YOUR GOAL:
From the data below, repeat exactly the lines from the line with "c_out = float(cycles())" to the line with "watch as _watch, state_code", both included.

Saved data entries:
■ ■ ■ ■ ■

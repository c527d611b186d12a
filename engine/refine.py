"""Delaunay refinement: add Steiner points until every triangle has a minimum
angle and respects size limits, keeping the mesh constrained Delaunay.

Methods (published; the names are theirs):

* Ruppert's algorithm: J. Ruppert, "A Delaunay refinement algorithm for
  quality 2-dimensional mesh generation", Journal of Algorithms 18(3), 1995.
  Encroached segments are split first; then bad triangles are fixed by
  inserting a point inside their circumcircle, unless that point encroaches
  upon a segment, in which case the segment is split instead.
* Shewchuk's improvements: J. R. Shewchuk, "Delaunay refinement algorithms
  for triangular mesh generation", Computational Geometry: Theory and
  Applications 22(1-3), 2002, and "Mesh generation for domains with small
  angles", Proc. 16th ACM Symposium on Computational Geometry, 2000:
  bad triangles are processed worst first; a segment is encroached when a
  vertex lies in its diametral lens (here: sees the segment under an angle of
  at least 180 - 2 * max(min_angle, 5) degrees, and never less than 90; the
  5-degree floor keeps size-only runs from placing points a rounding error
  away from a segment) instead of
  its diametral circle; segments with exactly one input endpoint are split
  on concentric shells (at a power-of-two distance from that endpoint) so
  that segments meeting at a small input angle are split at matching
  radii and stop encroaching upon each other; skinny triangles that sit
  inside a small input angle are not attacked, and a segment near such an
  angle is not split into pieces shorter than the shortest edge of the
  skinny triangle that asked for the split.
* Off-centers: A. Ungor, "Off-centers: a new type of Steiner points for
  computing size-optimal quality-guaranteed Delaunay triangulations",
  LATIN 2004 (LNCS 2976), and Computational Geometry 42(2), 2009.  A bad
  triangle with shortest edge pq gets the point on the bisector of pq that
  makes an isosceles triangle with apex angle just above min_angle when that
  point is nearer to pq than the circumcenter: fewer points, same bounds.
* Smoothing: the optimal Delaunay triangulation update of L. Chen and J. Xu,
  "Optimal Delaunay triangulations", Journal of Computational Mathematics
  22(2), 2004, as used by P. Alliez, D. Cohen-Steiner, M. Yvinec and
  M. Desbrun, "Variational tetrahedral meshing", ACM Transactions on
  Graphics 24(3), 2005: an interior Steiner vertex moves to the
  area-weighted mean of the circumcenters of its triangles.  A move is kept
  only when the smallest angle of the vertex's triangles grows, and Lawson
  flips restore the constrained Delaunay property after each move.

Published bounds: with diametral circles (or lenses) Ruppert's algorithm
with Shewchuk's analysis terminates for min_angle up to about 20.7 degrees
(arcsin(1 / (2 sqrt 2))) on inputs without angles under 60 degrees; in
practice it terminates up to about 33-34 degrees.  Larger requests are
accepted and run until the point limit.

Graded sizes (a design of this module): with ``size_growth=g`` every triangle
must have its longest edge below h(x) at its centroid, where
h(x) = min over input vertices v of (s_v + g * |x - v|) and s_v is the length
of the shortest edge at v in the input triangulation (a stand-in for the local
feature size).  h grows by at most g per unit of distance, so the mesh is
fine near small features and coarsens at a bounded rate away from them.  h
is sampled on a background grid (exact values at the grid nodes, the
minimum over a cell's four corners minus the Lipschitz slack, so the grid
never allows more than h).
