"""Headless batch command: remesh the flat regions of mesh files without a screen.

    python -m addon.batch INPUT -o OUTPUT [--min-angle A] [--max-edge-length L]
        [--keep-boundary] [--flat-angle D] [--report FILE.json] [--picture FILE.svg]
        [--preset NAME] [--merge-distance L] [--straighten-tolerance L] [--smoothing]
        [--keep-inner-vertices] [--point-limit N] [--output-format FMT] [--jobs N]
        [--host-log FILE]
    python -m addon.batch --demo [DIR]

Inside a full Blender instead of the ``bpy`` module (the options after ``--``):

    blender --background --factory-startup --python addon/batch.py -- INPUT -o OUTPUT ...

STL, OBJ, PLY and .blend files are read and written with the host's own importers and
exporters (``bpy.ops.wm.*_import`` / ``*_export``, ``open_mainfile`` /
``save_as_mainfile``).  Each mesh is first welded (``bmesh.ops.remove_doubles``, an STL
shares no vertex), then remeshed exactly as the add-on's operators do it
(:func:`jobs.remesh_plan` on world positions, written back with
:func:`operators.write_all`), so closed solids stay closed and keep their volume.

INPUT may be a folder or a glob pattern: then OUTPUT is a folder and every file runs in
its own worker process (``bpy`` is one per process), ``--jobs`` at a time; a bad file is
reported and skipped, and a summary table ends the run.  The exit code is 0 when every
file went through, 1 when any failed.
"""

if __name__ == "__main__" and not __package__:
    # run as a script (blender -b -P addon/batch.py -- ...): load it as a package module
    import pathlib
    import sys

    sys.path.insert(0, str(pathlib.Path(__file__).resolve().parents[1]))
    from addon.batch import main

    raise SystemExit(main())
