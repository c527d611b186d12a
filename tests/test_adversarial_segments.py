"""Constraint insertion on crossing segments that nearly coincide (issue 8):
the cases the adversarial fuzzing found, kept as regular tests.

Each check uses the contract checkers of tests/test_adversarial.py (the
engine's exact validator AND the independent exact checker of
tests/helpers.py: strictly counter-clockwise triangles, local constrained
Delaunay, every segment covered, a point exactly on a segment splits it,
Euler's formula T = 2n - h - 2, hull area against shapely/GEOS) and names its
outside source beside it.
"""

import random
from fractions import Fraction

import numpy as np
import pytest

import engine
from engine.triangulation import Triangulation
from engine.validate import check_triangulation as engine_check

from . import helpers as H
from .test_adversarial import expect_triangulate_contract, expect_valid_triangulation


def points_on_a_third(xs, scale):
    """Points (x, x/3) scaled: x/3 is rounded (IEEE 754), so the points lie
    within an ulp of one line, mostly not exactly on it."""
    return np.array([(float(x), float(x) / 3.0) for x in xs]) * scale


# --------------------------------------------------------------------------
# nearly collinear overlapping segments that cross within rounding
# --------------------------------------------------------------------------
def test_nearly_collinear_crossings_at_1e8_scale():
    # ten points (x, x/3) at 1e-8 scale (IEEE 754 rounding puts them an ulp
    # or so around one line) with four overlapping segments along it that
    # cross each other within rounding; point 6 repeats point 5.  Was refused
    # with a ValueError.  Not exactly collinear (helpers.all_collinear, exact),
    # so the contract asks for a valid result: exact checks, Euler's formula,
    # hull area (exact, cross-checked with shapely/GEOS)
    pts = np.array([[4.2000000000000006e-08, 1.4000000000000001e-08],
                    [-1.6e-08, -5.333333333333333e-09],
                    [2.8000000000000003e-08, 9.333333333333334e-09],
                    [2.2000000000000002e-08, 7.333333333333334e-09],
                    [3.8e-08, 1.2666666666666668e-08], [6.000000000000001e-09, 2e-09],
                    [6.000000000000001e-09, 2e-09],
                    [-7.000000000000001e-09, -2.3333333333333335e-09],
                    [-4.6e-08, -1.5333333333333335e-08], [3.4e-08, 1.1333333333333334e-08]])
    segs = np.array([[2, 5], [4, 6], [0, 7], [2, 3]])
    assert not H.all_collinear(pts)
    expect_triangulate_contract(pts, segs, fill="hull")


def test_point_on_a_segment_splits_it_after_a_rounded_crossing():
    # at 1e6 (IEEE 754 spacing 2^-33 there) segment (1, 2) is crossed by the
    # others; input point 6 lies exactly on it (exact orientation, helpers).
    # A point on a segment splits it (the definition of a CDT, common
    # practice): both checkers require 6 on the chain of pieces of (1, 2)
    pts = np.array([[999999.994, 999999.998], [999999.972, 999999.9906666667],
                    [1000000.045, 1000000.015], [1000000.009, 1000000.003],
                    [999999.999, 999999.9996666666], [999999.979, 999999.993],
                    [999999.998, 999999.9993333333], [999999.955, 1000000.0003333336]])
    segs = np.array([[5, 3], [4, 0], [1, 2]])
    E = H.ExactPoints(pts)
    assert E.on_closed_segment(1, 2, 6)
    tri = expect_triangulate_contract(pts, segs, fill="hull")
    pieces = {tuple(s) for s in tri.segments.tolist()}
    assert any(6 in s for s in pieces), "point 6 is on no piece"


def test_validator_reports_a_chain_that_skips_a_point_on_the_segment():
    # a hand-made result: input segment A-B is covered by the chain A-W-B
    # through an added point W 1e-12 above it, while input point P = (1, 0)
    # lies exactly on A-B and is not on the chain.  A point on a segment
    # splits it (CDT definition, common practice): engine.validate and the
    # independent checker (helpers) must both report it
    pts = np.array([(0.0, 0.0), (2.0, 0.0), (1.0, 0.0), (1.0, 1.0), (1.0, -1.0),
                    (1.0, 1e-12)])
    tris = np.array([(0, 2, 5), (2, 1, 5), (0, 5, 3), (5, 1, 3), (0, 4, 2), (2, 4, 1)])
    E = H.ExactPoints(pts)
    assert all(E.orient(*t) > 0 for t in tris.tolist())      # counter-clockwise, exactly
    em = H.edge_map(tris)
    nb = np.full((len(tris), 3), -1, np.int64)
    for t, tri_v in enumerate(tris.tolist()):
        for k in range(3):
            u, v = tri_v[(k + 1) % 3], tri_v[(k + 2) % 3]
            nb[t, k] = next((s for s, _ in em[(min(u, v), max(u, v))] if s != t), -1)
    tri = Triangulation(points=pts, triangles=tris, neighbors=nb,
                        segments=np.array([(0, 5), (1, 5)]), segment_source=np.array([0, 0]),
                        merged_into=np.arange(5))
    segs = np.array([(0, 1)])
    problems = engine_check(tri, segs)
    assert any("input point 2 lies on input segment 0" in p for p in problems), problems
    with pytest.raises(AssertionError, match="do not split it"):
        H.check_segments(tri, pts[:5], segs)
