"""Speed benchmarks for the geometry engine.

Run from the repository root:

    python -m tests.benchmarks                 # all cases, full sizes
    python -m tests.benchmarks --quick         # smaller sizes, smoke run
    python -m tests.benchmarks --cases delaunay-10k,cdt-outline-20k --repeat 5
    python -m tests.benchmarks --list-cases

Speed is always shown as a ratio measured in the same process and on the
same input against a general-purpose reference library (scipy's Delaunay,
which wraps Qhull; shapely's constrained Delaunay, which wraps GEOS).
Nothing here asserts on wall-clock time; the table says PASS or MISS
against the bar an issue set, and FAIL when our output does not validate
(a wrong fast answer is never reported as a win).

Adding a case: write a function ``case_xxx(ctx) -> Row`` and decorate it
with ``@register("name", bar=..., repeat=..., about=...)``.  Use
``ctx.time_best`` / ``ctx.peak_memory`` for measurement and
``check_triangulation`` for validation, then return ``ctx.row(...)``.
"""

from __future__ import annotations

import argparse
import gc
import multiprocessing
import os
import resource
import sys
import time
import tracemalloc
from dataclasses import dataclass, field
from typing import Callable

import numpy as np

# --------------------------------------------------------------------------
# registry
# --------------------------------------------------------------------------


@dataclass
class CaseSpec:
    name: str
    func: Callable[["Context"], "Row"]
    bar: float | None  # max allowed ratio ours/reference, None = report only
    repeat: int  # default best-of-K
    about: str


CASES: dict[str, CaseSpec] = {}


def register(name: str, *, bar: float | None = None, repeat: int = 3, about: str = ""):
    """Decorator adding a benchmark case to the registry."""

    def deco(func):
        if name in CASES:
            raise ValueError(f"duplicate benchmark case {name!r}")
        CASES[name] = CaseSpec(name, func, bar, repeat, about)
        return func

    return deco


# --------------------------------------------------------------------------
# result rows and run context
# --------------------------------------------------------------------------


@dataclass
class Row:
    case: str
    size: str
    ours_s: float | None
    ref_s: float | None
    reference: str
    bar: float | None
    peak_mib: float | None = None
    valid: bool = True
    check: str = ""
    notes: list[str] = field(default_factory=list)
    error: str | None = None

    @property
    def ratio(self) -> float | None:
        if self.ours_s is None or not self.ref_s:
            return None
        return self.ours_s / self.ref_s

    @property
    def verdict(self) -> str:
        if self.error is not None:
            return "ERROR"
        if not self.valid:
            return "FAIL"
        if self.bar is None or self.ratio is None:
            return "-"
        return "PASS" if self.ratio <= self.bar else "MISS"


class Context:
    """What a case function gets: options, the engine, measurement helpers."""

    def __init__(self, spec: CaseSpec, args, engine):
        self.spec = spec
        self.quick: bool = args.quick
        self.seed: int = args.seed
        self.repeat: int = args.repeat if args.repeat else spec.repeat
        self.memory: str = args.memory
        self.engine = engine

    def rng(self, salt: int = 0) -> np.random.Generator:
        return np.random.default_rng([self.seed, salt])

    def time_best(self, fn: Callable[[], object]):
        """Best wall time of ``self.repeat`` calls; returns (seconds, last result).

        The garbage collector stays enabled (that is how the code runs in
        real use); a collection is forced before each call so that garbage
        from an earlier call is not charged to the next one.
        """
        best = float("inf")
        result = None
        for _ in range(max(1, self.repeat)):
            result = None
            gc.collect()
            t0 = time.perf_counter()
            result = fn()
            dt = time.perf_counter() - t0
            best = min(best, dt)
        return best, result

    def peak_memory(self, fn: Callable[[], object]) -> float | None:
        """Peak memory of one extra, untimed call of ``fn``, in MiB.

        ``rss``: run it in a forked child process and report the growth of
        the child's resident set (getrusage ru_maxrss minus the resident size
        at the start of the child); cheap, counts everything, including
        allocator slack.  ``tracemalloc``: peak traced allocation (Python
        objects and numpy buffers) in this process; more precise about what
        the code asks for, but slows pure-Python code several times over.
        """
        if self.memory == "none":
            return None
        if self.memory == "rss":
            return _peak_rss_in_child(fn)
        gc.collect()
        tracemalloc.start()
        try:
            tracemalloc.reset_peak()
            base = tracemalloc.get_traced_memory()[0]
            out = fn()
            peak = tracemalloc.get_traced_memory()[1]
            del out
        finally:
            tracemalloc.stop()
        return (peak - base) / 2**20

    def row(self, **kw) -> Row:
        kw.setdefault("case", self.spec.name)
        kw.setdefault("bar", self.spec.bar)
        return Row(**kw)
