def _plugins_table(console, items: list[dict]) -> None:
    from rich.markup import escape
    from rich.table import Table
    for it in items:
        t = Table(title=f"{it['kind']}: {it['name']} - {it['summary']}", title_justify="left",
                  header_style="bold")
        for col in ("parameter", "unit", "default", "min", "max", "description"):
            t.add_column(col)
        for p in it["params"]:
            dflt = p["default"]
            dtxt = (f"{dflt:g}" if isinstance(dflt, (int, float)) else dflt if isinstance(dflt, str)
                    else f"{len(dflt)} rows")
            t.add_row(escape(p["name"]), escape(p["unit"]), dtxt, "" if p["min"] is None else f"{p['min']:g}",
                      "" if p["max"] is None else f"{p['max']:g}", escape(p["description"]))
        console.print(t)
        if it.get("reads"):
            console.print(f"  reads: {', '.join(it['reads'])}")
        if it.get("source"):
            console.print(f"  method: {it['source']}")


if __name__ == "__main__":
    sys.exit(main())
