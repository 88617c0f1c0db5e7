"""The compiled loop: one tick, its stage order, and how plugin kernels are composed.

One tick k at time t = k Ts runs these stages, in this order, in every mode:

1. sample    - plant outputs y from the plant state (in-process plant).
   measure   - the sensor chain of each signal the scenario declares one for (``[[sensors]]``,
               :mod:`hilrig.runtime.sensors`: sample offset, anti-alias filter, offset, ADC),
               right after the true values are kept; none by default (y exact).
2. inject    - scheduled sensor faults applied to y (:mod:`hilrig.safety.faults`; load faults
               act on the load when it is sampled, controller faults right after stage 4).
3. reference - the reference plugin writes the raw reference w from its declared reads of y;
               the shaping stage (rate limiter + linear filter, :mod:`hilrig.runtime.shaping`)
               yields r = [v_ref, v_ref', v_ref'', v_ref''', v_ref''''].
4. control   - the controller kernel ``step(t, p, xc, y, r, u) -> code`` writes u
               (on tick 0 its ``init`` runs first, from the first y and r: bumpless start).
5. protect   - interlocks on [y, u] (:mod:`hilrig.safety.interlocks`); a trip latches and
               forces the safe output on this same tick; a scheduled reset request clears the
               latch only if no condition holds (else it is refused).
6. actuate   - the plant advances one period by RK4 substeps with u and the load held
               (zero-order hold; the load profile is sampled at the tick's start).
7. record    - one row into the chunk buffer: y, u, r, raw reference, load, the true values of
               the signals a sensor fault or a sensor chain hits (``true_<name>``, written in
               stage 1 before the chain and injection), interlock word, controller code.

After the record stage the tick ends the run early on a *voltage collapse* (the plant's true
v_out, before sensor faults, below the scenario's ``limits.v_collapse``) or on a non-finite
plant state; the row of that tick is kept.

Same inputs, same order, no wall clock inside the stages: a SIL run is bit-identical run to run.

Composition. numba's on-disk cache never hits, in a new process, for a loop built as a closure
over plugin dispatchers or taking them as arguments. So the runtime writes one small Python
module per combination of plugins into a cache folder and compiles it with ``cache=True``; the
module's name carries a hash of every source file involved, the hilrig version and the numba
version, because numba only checks the cached function's own file for changes.
"""
from __future__ import annotations

import hashlib
import importlib.util
import os
import sys
import tempfile
from pathlib import Path

import numba

from .registry import Plugin
from .version import installed as installed_version

#: event codes written to ev[0]
EV_NONE, EV_COLLAPSE, EV_NONFINITE, EV_STOPPED = 0, 1, 2, 3
#: a non-finite plant state, a rise of stored energy the circuit cannot deliver, or a tick that
#: needed more sub-steps than the limit all end the run with this one event (its reason in
#: ev[EV_REASON]); EV_NONFINITE is this same event's code
EV_INTEGRATION = EV_NONFINITE
EVENT_TEXT = {EV_NONE: "", EV_COLLAPSE: "voltage collapse", EV_INTEGRATION: "plant integration error",
              EV_STOPPED: "stopped by the operator"}
#: ev[EV_REASON] of a plant integration error
WHY_NONFINITE, WHY_ENERGY, WHY_SUBSTEPS = 1, 2, 3
INTEGRATION_REASONS = {
    WHY_NONFINITE: "the plant state is not finite",
    WHY_ENERGY: "the stored energy rose beyond what the DC source and the load can deliver in "
                "one period",
    WHY_SUBSTEPS: "the stiffness-aware step needed more sub-steps in one period than its limit",
}
#: the stiffness-aware integration (docs/design-notes.md): an RK4 sub-step dt is kept when
#: dt * fast_rate(state) <= Z_FAST (the plant's state-dependent rate, e.g. a constant-power
#: load's conductance over the capacitance); otherwise it is split into sub-steps that each
#: meet it, the rate re-evaluated before each. The linear part's rate bound sets the number of
#: sub-steps of a run: Ts / substeps * linear_rate <= Z_LINEAR (runtime/run.py).
Z_FAST = 0.2
Z_LINEAR = 0.5
#: at most this many refined sub-steps in one period, else a plant integration error
MAX_REFINE = 2_000_000


_CHUNK = '''@njit(cache=True, error_model="numpy")
def {fname}(k0, n, ts, nsub, zf, v_collapse, i_vout,
              pp, x, load_t, load_v, lcur,
              pc, xc, iyc, yc, u, safe_u,
              pr, xr, iyr, yr, w,
              ad, g1, g2, cr, dr, slew, z, s, zt, r,
              dix, lim_sig, lim_side, lim_thr, lim_deb, lim_cnt, latch, pv,
              seed, f_stage, f_kind, f_sig, f_t0, f_t1, f_val, f_hold, f_cond,
              reset_t, reset_i, evlog, evn, wd, uq,
              s_tab, s_x,
              y, d, rec, ev{paced_params}):
    """{fdoc}"""
{borrow}{energy_start}    for i in range(n):
        kk = k0 + i
        t = kk * ts
{paced_wait}        # 1 sample (load faults act on the load, as a real device would)
        interp_rows(load_t, load_v, t, lcur, d)
        apply_faults(0, kk, t, seed, f_stage, f_kind, f_sig, f_t0, f_t1, f_val, f_hold, f_cond, wd, y, u, d)
        contactor(t, latch, wd, d)
        plant_outputs(t, pp, x, u, d, y)
        v_true = y[i_vout]
        keep_true(y, f_sig, f_cond, rec, i, y.shape[0] + u.shape[0] + 9)
        # the sensor chain (runtime/sensors.py): what is measured of the true outputs
        sensor_chain(kk, y, s_tab, s_x, rec, i, y.shape[0] + u.shape[0] + 9)
        # 2 inject: sensor faults on the measured signals
        apply_faults(1, kk, t, seed, f_stage, f_kind, f_sig, f_t0, f_t1, f_val, f_hold, f_cond, wd, y, u, d)
{decide_8}
        # 6 actuate: the command in force after the actuation delay, or the trip's safe state
        # (gates blocked at once; the output contactor open after its delay)
        contactor(t, latch, wd, d)
        nref = actuate(t, ts, nsub, zf, pp, x, u, uq, latch, wd, d)
{record_8}
{paced_stamp}        # end of tick: the run ends on a plant integration error (a non-finite state, a
        # rise of stored energy beyond what the circuit can deliver, too many sub-steps) or a
        # collapse
        if nref != 0:
            if nref < 0:
                ev[0] = {ev_nonfinite}
                ev[1] = kk
                ev[4] = {why_substeps}
                return i + 1
            ev[5] += nref
            if ev[6] == 0.0:
                ev[6] = kk + 1
        for j in range(NX):
            if not (x[j] - x[j] == 0.0):
                ev[0] = {ev_nonfinite}
                ev[1] = kk
                ev[4] = {why_nonfinite}
                return i + 1
{energy_check}        if not (v_true >= v_collapse):
            ev[0] = {ev_collapse}
            ev[1] = kk
            return i + 1
    return n
'''

#: the paced variant waits for each tick's deadline on the cycle counter and stamps its timing
_PACED_PARAMS = ", c_ref, k_ref, cpt, inv_f, c_late, c_comp, ctl, base"
_PACED_WAIT = """        # paced: wait for the deadline (spin on the cycle counter)
        dl = c_ref + (kk - k_ref) * cpt
        while True:
            c_in = float(cycles())
            if c_in >= dl:
                break
        # the last tick's work time, for the overrun watchdog (tick 0 does one-off
        # initialisation on cold caches: not judged)
        wd[3] = wd[7] if kk > 1 else 0.0
        # an operator's stop (ctl[4], from the live view): this tick latches the safe output
        wd[4] = 8.0 if ctl[4] != 0 else 0.0
"""
_PACED_STAMP = """        # paced: a forced overrun is spent for real; stamp lateness and compute time
        if wd[6] > 0.0:
            c_end = c_in + wd[6] / inv_f
            while float(cycles()) < c_end:
                pass
        c_out = float(cycles())
        rec[i, c_late] = (c_in - dl) * inv_f
        rec[i, c_comp] = (c_out - c_in) * inv_f
        wd[7] = (c_out - dl) * inv_f
        # publish the row to the recording process: the row first, then the count
        store_fence()
        ctl[0] = base + i + 1
        if ctl[4] != 0:
            ev[0] = 3  # EV_STOPPED, after the tick that applied the safe output
            ev[1] = kk
            return i + 1
"""


_TEMPLATE = '''"""Generated by hilrig {version} for plant={plant}, controller={ctrl}, reference={ref}.
Do not edit: the file name is the hash of its sources. key={key}"""
import numpy as np
from numba import njit
from hilrig.plugins.tables import interp_rows as _interp_rows
from hilrig.runtime.loop import inline as _inline
from hilrig.runtime.shaping import shape_init, shape_step as _shape_step
from hilrig.safety.interlocks import (protect as _protect, supervise as _supervise,
                                      watch as _watch, state_code as _state_code, L_REINIT)
from hilrig.safety.faults import apply as _apply_faults, trigger as _trigger, keep_true as _keep_true
from hilrig.runtime.clock import cycles, store_fence
from hilrig.safety.interlocks import W_HOST_TIME, W_HOST_BITS, W_FORCED, W_DELAY
from hilrig.safety.interlocks import (contactor as _contactor, gates_blocked as _gates_blocked,
                                      follow_enable as _follow_enable)
from hilrig.bridge.wire import (exchange, get_sample, read_vector, put_actuation, put_sample,
                                get_actuation, zmq_recv, zmq_send, c_poll, c_recvfrom, c_sendto,
                                IO_KIND, IO_HANDLE, IO_WAIT_MS, IO_STATUS, IO_NRECV, IO_NSENT,
                                IO_SEQ, IO_ADDRLEN, F_INV_F, F_TOOK, F_TSIM, F_WAITED, KIND_ZMQ,
                                ST_OK, ST_END, ST_FRAME, ST_SENDFAIL, ST_NONFINITE, ST_IDLE)
from hilrig.runtime.borrow import borrowed
from hilrig.runtime.sensors import chain as _sensor_chain
{imports}
interp_rows = _inline(_interp_rows)
shape_step = _inline(_shape_step)
protect = _inline(_protect)
watch = _inline(_watch)
trigger = _inline(_trigger)
supervise = _inline(_supervise)
state_code = _inline(_state_code)
apply_faults = _inline(_apply_faults)
keep_true = _inline(_keep_true)
contactor = _inline(_contactor)
gates_blocked = _inline(_gates_blocked)
follow_enable = _inline(_follow_enable)
sensor_chain = _inline(_sensor_chain)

■ ■ ■ ■ ■

ANSWER TO THIS TASK:
        c_out = float(cycles())
        rec[i, c_late] = (c_in - dl) * inv_f
        rec[i, c_comp] = (c_out - c_in) * inv_f
        wd[7] = (c_out - dl) * inv_f
        # publish the row to the recording process: the row first, then the count
        store_fence()
        ctl[0] = base + i + 1
        if ctl[4] != 0:
            ev[0] = 3  # EV_STOPPED, after the tick that applied the safe output
            ev[1] = kk
            return i + 1
"""


_TEMPLATE = '''"""Generated by hilrig {version} for plant={plant}, controller={ctrl}, reference={ref}.
Do not edit: the file name is the hash of its sources. key={key}"""
import numpy as np
from numba import njit
from hilrig.plugins.tables import interp_rows as _interp_rows
from hilrig.runtime.loop import inline as _inline
from hilrig.runtime.shaping import shape_init, shape_step as _shape_step
from hilrig.safety.interlocks import (protect as _protect, supervise as _supervise,
                                      watch as _watch, state_code as _state_code, L_REINIT)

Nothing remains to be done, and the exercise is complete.